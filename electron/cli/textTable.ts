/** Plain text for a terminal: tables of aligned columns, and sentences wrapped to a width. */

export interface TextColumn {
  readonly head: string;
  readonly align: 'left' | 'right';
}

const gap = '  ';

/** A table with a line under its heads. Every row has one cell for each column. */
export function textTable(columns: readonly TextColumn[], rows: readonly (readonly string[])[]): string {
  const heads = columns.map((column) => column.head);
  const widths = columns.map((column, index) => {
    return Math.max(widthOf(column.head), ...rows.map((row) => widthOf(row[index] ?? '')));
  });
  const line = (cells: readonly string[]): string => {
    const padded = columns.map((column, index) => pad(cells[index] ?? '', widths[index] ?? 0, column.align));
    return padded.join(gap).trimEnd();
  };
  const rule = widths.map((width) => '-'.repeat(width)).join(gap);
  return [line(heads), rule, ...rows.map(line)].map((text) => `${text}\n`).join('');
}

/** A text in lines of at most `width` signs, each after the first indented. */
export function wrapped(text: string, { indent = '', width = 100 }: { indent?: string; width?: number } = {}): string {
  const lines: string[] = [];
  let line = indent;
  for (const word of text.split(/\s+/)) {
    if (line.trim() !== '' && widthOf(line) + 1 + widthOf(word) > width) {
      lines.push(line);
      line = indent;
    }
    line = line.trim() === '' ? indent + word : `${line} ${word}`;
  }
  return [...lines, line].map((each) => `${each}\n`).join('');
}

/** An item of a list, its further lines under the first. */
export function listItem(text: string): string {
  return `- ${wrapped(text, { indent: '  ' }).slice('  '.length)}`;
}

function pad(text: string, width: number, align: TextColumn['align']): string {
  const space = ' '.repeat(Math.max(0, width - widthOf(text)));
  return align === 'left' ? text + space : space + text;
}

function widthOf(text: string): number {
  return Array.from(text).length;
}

______________________________

EXERCISE:
Using the listing above, pick out each line that contains the word "left", then copy it.

RESPONSE TO THE TASK:
  readonly align: 'left' | 'right';
  return align === 'left' ? text + space : space + text;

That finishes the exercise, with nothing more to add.